国保中央会、介護保険システムと障害者総合支援システムを一拠点集約化

NO BUDGET

2015-04-17 08:34

 公益社団法人国民健康保険中央会(国保中央会)は、これまで個別に開発・運用されてきた「介護保険審査支払等システム」と「障害者総合支援給付支払等システム」について、運用効率化、更改コスト削減、セキュリティ向上を目指し機器更新を機に集約化、新たに一拠点での運用を2014年5月より開始した。

 新システムでは、2011年3月の東日本大震災を受けてデータ保護も強化し、国保中央会と国保連合会の各拠点でもそれぞれバックアップを行い、媒体でも保管するバックアップデータ二重化を図っている。ソリューションを提供したデル・ソフトウェアが4月16日にユーザー事例として発表した。

 国保中央会は1959年に設立され、2012年から公益社団法人に移行、国民健康保険事業と介護保険事業の普及、健全な運営と発展を担い、社会保障と国民保健の向上に寄与することを目的に、国保事業の実施者である保険者を会員として全国47都道府県に設立されている国民健康保険団体連合会(国保連合会)を会員として組織されている。

 今回、新システムとして運用が集約された介護保険システムと障害者総合支援システムは、いずれも国保中央会が全国標準システムとして開発し、国保連合会がその事業の一環として運用している。

 もともと各システムは別のシステムインテグレーターにより開発、保守が行われてきた経緯があるが、6年ごとの機器更改を機に次のシステムのあるべき姿を検討してゆく中で、この2つのシステムを集約した上で一拠点にまとめるべきだという結論に達し、2010年からプロジェクトが開始された。

 その後に東日本大震災を経験し、データ完全性への要求が引き上げられ、バックアップ体制の強化が図られている。共同運用センターからそれぞれの国保連合会の拠点へレプリケートさせたデータを隔地保管することで、何があってもデータを損失させまいとしたのだ。

 このバックアップに関しては、物理サーバで稼働していた旧システムに対し、新たに仮想サーバを採用したことから仮想サーバ「VMware vSphere」のバックアップも考慮することとなり、バックアップソフトウェアも更新することとなった。

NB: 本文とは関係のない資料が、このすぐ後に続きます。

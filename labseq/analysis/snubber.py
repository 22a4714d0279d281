"""Dissipation in an RC snubber's resistor, from a measured node voltage or from Cs·V²·fsw.

The waveform method drives the nominal Rs–Cs branch with the measured node voltage and averages
Rs·i² over one switching period. It assumes that the probe measures the voltage across the whole
branch (node to the branch's reference), that Rs and Cs have their nominal values, and that the
record spans one switching period plus ``BRANCH_SETTLE_TIME_CONSTANTS``·Rs·Cs of branch start-up
(:func:`waveform_method_record_s`); a shorter record gets Cs·V²·fsw, which ignores the ring and
the partial discharge at light load. Scope noise reaches the resistor almost whole (its band lies
far above the branch's corner) and would read as loss; the noise level measured off the edges is
subtracted (:func:`noise_power_w`). The analysis takes the loss from :func:`branch_period_means_w`,
which steps the branch through the record a block at a time and forms the power only inside the
loss windows, so a record of tens of millions of samples needs no record-long power array.
"""

from __future__ import annotations

import math
from dataclasses import dataclass

import numpy as np

from labseq.analysis.levels import BLOCK_SAMPLES

#: Loss methods, as stored, and as shown beside a loss value.
WAVEFORM, CV2F = "waveform", "cv2f"
METHOD_LABELS = {WAVEFORM: "waveform", CV2F: "Cs·V²·fsw"}
#: Snubber branch start-up: decay time constants skipped before the loss window.
BRANCH_SETTLE_TIME_CONSTANTS = 5.0


@dataclass(frozen=True)
class SnubberBranch:
    """A series Rs–Cs branch from the measured node to the reference, and the switching rate."""

    rs_ohm: float
    cs_f: float
    fsw_hz: float

    def __post_init__(self) -> None:
        for name in ("rs_ohm", "cs_f", "fsw_hz"):
            value = getattr(self, name)
            if not (math.isfinite(value) and value > 0):
                raise ValueError(f"snubber {name} must be a positive number, got {value!r}")

    @property
    def time_constant_s(self) -> float:
        """τ = Rs·Cs."""
        return self.rs_ohm * self.cs_f

    @property
    def period_s(self) -> float:
        """Switching period 1/fsw."""
        return 1.0 / self.fsw_hz


def waveform_method_record_s(branch: SnubberBranch) -> float:
    """Shortest record for the waveform method: one switching period plus the branch's start-up
    (``BRANCH_SETTLE_TIME_CONSTANTS`` · Rs·Cs, after which the unknown initial charge of Cs has
    decayed below 1 %)."""
    return branch.period_s + BRANCH_SETTLE_TIME_CONSTANTS * branch.time_constant_s


def cv2f_loss_w(cs_f: float, volts: float, fsw_hz: float) -> float:
    """Resistor loss of an RC snubber that charges to ``volts`` and discharges once per cycle.

    P = Cs·V²·fsw: each cycle dissipates ½·Cs·V² in Rs while Cs charges and ½·Cs·V² while it
    discharges, whatever Rs is (Severns, "Design of Snubbers for Power Circuits", RC snubber loss).
    """
    return cs_f * volts**2 * fsw_hz


def branch_resistor_power_w(
    volts: np.ndarray, sample_interval_s: float, branch: SnubberBranch
) -> np.ndarray:
    """Instantaneous power in Rs when the measured ``volts`` drives the Rs–Cs branch.

    The capacitor voltage obeys Cs·dVc/dt = (v − Vc)/Rs. Taking v as piecewise linear between
    samples, the exact step over one interval h with a = exp(−h/τ) and β = τ(1 − a)/h is
    ``Vc[n+1] = a·Vc[n] + (1 − β)·v[n+1] + (β − a)·v[n]`` (first-order-hold discretisation),
    run as one IIR filter (``scipy.signal.lfilter``). The branch starts at Vc = v[0]; the caller
    skips the first few τ. Power is (v − Vc)²/Rs; it includes the record's noise power (see
    :func:`noise_power_w`).
    """

    v = np.asarray(volts, dtype=float)
    run = _BranchRun(v, sample_interval_s, branch, marks=())
    return run.step(v.size)


def period_means_w(
    power_w: np.ndarray, sample_interval_s: float, t_starts_s: np.ndarray, period_s: float
) -> np.ndarray:
    """Mean of ``power_w`` over one period from each start time (times from the first sample).

    Each window is the whole number of samples nearest to the period, integrated by the
    trapezoidal rule; the rounding changes the window by at most half a sample.
    """
    p = np.asarray(power_w, dtype=float)
    starts, samples = _period_windows(p.size, sample_interval_s, t_starts_s, period_s)
    return np.array(
        [np.trapezoid(p[a : a + samples + 1]) / samples for a in starts.tolist()], dtype=float
    )


def branch_period_means_w(
    volts: np.ndarray, sample_interval_s: float, branch: SnubberBranch, t_starts_s: np.ndarray
) -> np.ndarray:
    """Mean power in Rs over one switching period from each start time, when the measured
    ``volts`` drives the branch: the figures of :func:`period_means_w` over
    :func:`branch_resistor_power_w`, without the record-long power array.

    The branch is stepped through the record a block of ``BLOCK_SAMPLES`` at a time, its
    filter state carried from block to block (which gives the very Vc of one pass), and the
    power is formed only inside the windows; its state at each window's start is kept for
    windows that overlap. A window longer than a block is integrated block by block, which
    changes its mean by rounding only.
    """
    starts, samples = _period_windows(volts.size, sample_interval_s, t_starts_s, branch.period_s)
    run = _BranchRun(volts, sample_interval_s, branch, marks=np.unique(starts))
    means = np.empty(starts.size)
    for k in np.argsort(starts, kind="stable").tolist():
        first = int(starts[k])
        stop = first + samples + 1
        run.seek(first)
        total, previous = 0.0, None
        while run.position < stop:
            power = run.step(min(stop, run.position + BLOCK_SAMPLES))
            joined = power if previous is None else np.concatenate(([previous], power))
            total += float(np.trapezoid(joined))
            previous = power[-1]
        means[k] = total / samples
    return means


def _period_windows(
    record_samples: int, sample_interval_s: float, t_starts_s: np.ndarray, period_s: float
) -> tuple[np.ndarray, int]:
    """First sample of each one-period window, and the window's length in intervals."""
    samples = max(1, round(period_s / sample_interval_s))
    if samples >= record_samples:
        raise ValueError(
            f"the record ({record_samples} samples) is shorter than one period ({samples})"
        )
    starts = np.clip(np.round(np.asarray(t_starts_s) / sample_interval_s).astype(int), 0, None)
    return np.minimum(starts, record_samples - 1 - samples), samples


class _BranchRun:
    """The Rs–Cs branch driven by a record, stepped forward from its first sample (see
    :func:`branch_resistor_power_w`); its state at each of the sorted sample indices ``marks``
    is kept as it passes them, so that it can go back there."""

    def __init__(
        self,
        volts: np.ndarray,
        sample_interval_s: float,
        branch: SnubberBranch,
        marks: np.ndarray | tuple[()],
    ) -> None:
        a, beta = _first_order_hold(sample_interval_s, branch.time_constant_s)
        self.coefficients = ([1.0 - beta, beta - a], [1.0, -a])
        self.volts, self.rs_ohm = volts, branch.rs_ohm
        self.marks = np.asarray(marks, dtype=int)
        self.position, self.state = 0, np.array([beta * float(volts[0])])
        self.kept: dict[int, np.ndarray] = {}

    def seek(self, index: int) -> None:
        """Go to sample ``index``: back to a state kept there, or forward a block at a time."""
        if index < self.position:
            self.position, self.state = index, self.kept[index]
        while self.position < index:
            self.step(min(index, self.position + BLOCK_SAMPLES))
        self.kept[index] = self.state

    def step(self, stop: int) -> np.ndarray:
        """Power in Rs from the current sample up to ``stop`` (not included), stepping there."""
        from scipy.signal import lfilter  # imported here: scipy.signal takes ~0.3 s to import

        inside = self.marks[(self.marks > self.position) & (self.marks < stop)].tolist()
        pieces = []
        for end in [*inside, stop]:
            v = np.asarray(self.volts[self.position : end], dtype=float)
            vc, self.state = lfilter(*self.coefficients, v, zi=self.state)
            power = np.subtract(v, vc, out=vc)  # in place: records run to millions of samples
            np.square(power, out=power)
            power *= 1.0 / self.rs_ohm
            pieces.append(power)
            self.position = end
            self.kept[end] = self.state  # at the marks, and at ``stop`` (a few per record)
        return pieces[0] if len(pieces) == 1 else np.concatenate(pieces)


def _first_order_hold(sample_interval_s: float, tau_s: float) -> tuple[float, float]:
    """(a, β) of the branch's first-order-hold step (see :func:`branch_resistor_power_w`)."""
    a = math.exp(-sample_interval_s / tau_s)
    return a, tau_s * -math.expm1(-sample_interval_s / tau_s) / sample_interval_s


def noise_power_w(noise_rms_v: float, sample_interval_s: float, branch: SnubberBranch) -> float:
    """Mean power that white noise of ``noise_rms_v`` on the samples adds to the branch's Rs.

    The resistor's voltage is the node voltage minus the low-pass-filtered Vc, i.e. the node voltage
    through the high-pass filter 1 − H of the first-order-hold step. Its impulse response is
    g0 = β, gk = −β·(1 − a)·a^(k−1), so white noise of variance σ² gives σ²·Σg² = σ²·2β²/(1 + a)
    across Rs (close to σ²: the branch's corner 1/(2π·Rs·Cs) lies far below the noise band).
    """
    a, beta = _first_order_hold(sample_interval_s, branch.time_constant_s)
    return noise_rms_v**2 * 2 * beta**2 / (1 + a) / branch.rs_ohm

 バックアップ先としては新たに仮想テープライブラリを導入、日次の差分、週次/月次のフルバックアップをD2D2T(Disk to Disk to Tape)で行うほか、D2D2D(Disk to Disk to Disk)による仮想サーバのスナップショットも実施するとした。

 バックアップソフトには、機能や価格、サポート体制などの評価の結果、デル・ソフトウェアのバックアップおよびリカバリソフトウェアソリューション「NetVault Backup」を採用した。

 なお、バックアップソフトに関する要求として、システムの機器更改が約6年のサイクルであるのに対し、これまで使ってきたソフトのライフサイクルが2~3年程度と短く、運用サイクルの途中でバージョンアップが求められるという課題もあったが、デル・ソフトウェアでは5年間の長期保守サポートを提供、バージョンアップに伴う作業やコストを抑えられる点もポイントとなったとしている。

 新たなバックアップ対象は物理・仮想サーバ約1000台にのぼり、共同運用センターだけでも数百台もの仮想サーバが稼働しているが、バックアップ環境の構築は特に問題なく予定通り完了、バックアップ処理も安定しており時間内に終えることができている。